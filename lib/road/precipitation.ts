/** What falls, by how it reaches the road. `frost` stands for hoarfrost and dew. */
export const precipitationTypes = [
  'none',
  'rain',
  'drizzle',
  'snow',
  'sleet',
  'freezing-rain',
  'freezing-drizzle',
  'frost',
  'unknown',
] as const;
export type PrecipitationType = (typeof precipitationTypes)[number];

const known: ReadonlySet<string> = new Set(precipitationTypes);

/** A stored word as a type; a word that is not one of them is `unknown`, none at all is `none`. */
export function precipitationTypeOf(word: string | null): PrecipitationType {
  if (word === null || word === '') return 'none';
  return known.has(word) ? (word as PrecipitationType) : 'unknown';
}

/**
 * The part of the water that arrives frozen, 0 to 1. Sleet half (common practice, no source); of an unknown type all
 * of it on a road at or below 0 °C.
 */
export function frozenShare(type: PrecipitationType, pavementTempC: number): number {
  switch (type) {
    case 'snow':
    case 'frost':
      return 1;
    case 'sleet':
      return 0.5;
    case 'unknown':
      return pavementTempC <= 0 ? 1 : 0;
    default:
      return 0;
  }
}

/** Snow and sleet stay loose if salted in time; what freezes on to the road does not. */
export function isSnowLike(type: PrecipitationType, pavementTempC: number): boolean {
  return type === 'snow' || type === 'sleet' || (type === 'unknown' && pavementTempC <= 0);
}

/** Liquid that freezes where it lands. */
export function isFreezingRain(type: PrecipitationType, pavementTempC: number): boolean {
  if (type === 'freezing-rain' || type === 'freezing-drizzle') return true;
  return (type === 'rain' || type === 'drizzle') && pavementTempC < 0;
}

export function isRain(type: PrecipitationType): boolean {
  return type === 'rain' || type === 'drizzle' || type === 'freezing-rain' || type === 'freezing-drizzle';
}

· · · ·

§ **Action item**: Give exactly the lines from the one with "return type === 'rain'" to the end of the entries, nothing before them.

§ **Answer area**:
  return type === 'rain' || type === 'drizzle' || type === 'freezing-rain' || type === 'freezing-drizzle';
}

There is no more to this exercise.